There's another more fundamental reason why searching on a grid in higher dimensions is trouble, and it deals with the fact that the ratio of the volume of a sphere and of a cube with the same radius decreases as the dimension increases. This means that there is increasingly much volume away from the center of a box in increasingly many dimensions. Using a grid to try and fill that space becomes unacceptably costly. Of course, Gaussian processes have their own issues for larger problems (>30 dimensions, maybe) but SigOpt has more than just Gaussian processes behind the scenes. Also, there have been improvements over the years in GP performance in higher dimensions (for example, http://epubs.siam.org/doi/abs/10.1137/10080138X).

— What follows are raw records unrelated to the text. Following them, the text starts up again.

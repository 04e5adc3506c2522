namespace DistillPlan.Core.Scale;

/// <summary>Time along a strip from the evaporation rate at each reported point (docs/methods.md, Heat and time).</summary>
public static class EvaporationTime
{
    /// <summary>
    /// Cumulative time [s] at each point, from the cumulative moles evaporated and the rate there:
    /// Δt = Δn·(1/r₁ + 1/r₂)/2, the trapezoidal rule on dt = dn/r (a rate of zero gives infinity).
    /// </summary>
    public static double[] Cumulative(IReadOnlyList<double> evaporatedMol, IReadOnlyList<double> rateMolPerS)
    {
        var t = new double[evaporatedMol.Count];
        for (int k = 1; k < t.Length; k++)
        {
            double dn = Math.Max(0, evaporatedMol[k] - evaporatedMol[k - 1]);
            double inv = 0.5 * (Inverse(rateMolPerS[k]) + Inverse(rateMolPerS[k - 1]));
            t[k] = t[k - 1] + (dn == 0 ? 0 : dn * inv);
        }
        return t;
    }

    private static double Inverse(double rate) => rate > 0 ? 1 / rate : double.PositiveInfinity;
}
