namespace DistillPlan.Core.Scale;

/// <summary>
/// Rule-of-thumb defaults for the size side of a plan (docs/methods.md, Heat and time), each
/// with the basis the assumptions list prints. Orders of magnitude from common practice, from
/// memory; every one can be overridden by a setting.
/// </summary>
public static class ScaleRules
{
    /// <summary>Basis text for the rules of thumb below.</summary>
    public const string RuleOfThumb = "rule of thumb, common practice, from memory";

    /// <summary>U of a rotating flask in a water or oil bath [W/(m²·K)]: middle of 300–600.</summary>
    public const double FlaskUWPerM2K = 450;
    /// <summary>Overall U of a glass-lined or stainless jacketed vessel [W/(m²·K)]: middle of 150–500.</summary>
    public const double VesselUWPerM2K = 300;

    /// <summary>Cooling area of a laboratory coil condenser [m²] (0.1–0.3).</summary>
    public const double FlaskCondenserAreaM2 = 0.2;
    /// <summary>U of a glass coil condenser under vacuum [W/(m²·K)]: with 0.2 m² it handles a few hundred watts.</summary>
    public const double GlassCondenserUWPerM2K = 70;
    /// <summary>Plant condenser area for a 250 L vessel [m²]; scaled with the working volume to the power 2/3.</summary>
    public const double VesselCondenserAreaPer250LM2 = 1.0;
    /// <summary>U of a plant condenser condensing under vacuum with some inert gas [W/(m²·K)].</summary>
    public const double PlantCondenserUWPerM2K = 350;
    /// <summary>Rise of the coolant through the condenser [K].</summary>
    public const double CoolantRiseK = 3;

    /// <summary>Air leaking into tight laboratory glassware [Pa·m³/s]: 0.5 mbar·L/s (0.1–1).</summary>
    public const double GlasswareLeakPaM3PerS = 0.05;
    /// <summary>Air leaking into a plant vessel of 1 m³ [kg/h] (0.5–5 for plant vessels); scaled with volume^(2/3), at least 0.5.</summary>
    public const double VesselLeakPerM3KgPerH = 1.0;

    /// <summary>Minimum stirred volume as a share of a vessel's working volume (the impeller and the lowest jacket level covered).</summary>
    public const double VesselMinimumShare = 0.25;

    /// <summary>Pumping speed of a laboratory pump of each kind [m³/h].</summary>
    public static double LabPumpSpeedM3PerH(Planning.PumpKind kind) => kind switch
    {
        Planning.PumpKind.RotaryVane => 6,      // small two-stage oil pump
        Planning.PumpKind.Aspirator => 0.5,     // water-jet pump on a tap
        Planning.PumpKind.LiquidRing => 25,     // the smallest liquid-ring pumps
        _ => 2,                                 // chemistry diaphragm pump, 1–4 m³/h
    };

    /// <summary>Pumping speed for a vessel [m³/h]: 40 m³/h per m³ of working volume, at least 10 (evacuates it in minutes with room for leak air).</summary>
    public static double VesselPumpSpeedM3PerH(double workingVolumeM3) => Math.Max(10, 40 * workingVolumeM3);
}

There's some pretty solid notes for graduate students on this topic at http://math.iit.edu/~fass/590/. That was the class I took to first learn this stuff as a student and I've tried to contribute back to them over the years. It comes at the topic first from the math side, not the stats side, but there's some stats stuff in there as well. Chapter 8 of those slides contains that theorem regarding the minimum-norm interpolant.
Hope that helps.
Thanks! Also go Big Red. ;-)
What optimal parameters did it find for these?
rank = 36
numIter = 30
log_lambda = -2.90405347693
More info on the methods behind SigOpt can be found at https://sigopt.com/research.
I'm worried this is going to be like good Scotch for me.
We've found that SigOpt compares very favorably  to other Bayesian optimization approaches. In addition to this, our hosted platform allows people to harness the full power of GP backed Bayesian optimization with just a few lines of code  instead of the sometimes heavy administration required by other methods.
We do, however, run a rigorous evaluation framework  over our methods as we iteratively improve (and compare to other techniques). This allows us to build up our ensemble of optimization strategies to most efficiently tackle problems that are most important to our users. As we see users leveraging our service for certain types of problems (like mixed continuous/categorical + failure regions) we do try to incorporate them more into our testing, roadmap, and ensemble, but only at the meta level.
- Individual: $1,000/month
- Enterprise: Custom pricing
I am not a multi-million $ company, so I guess it's useless for me.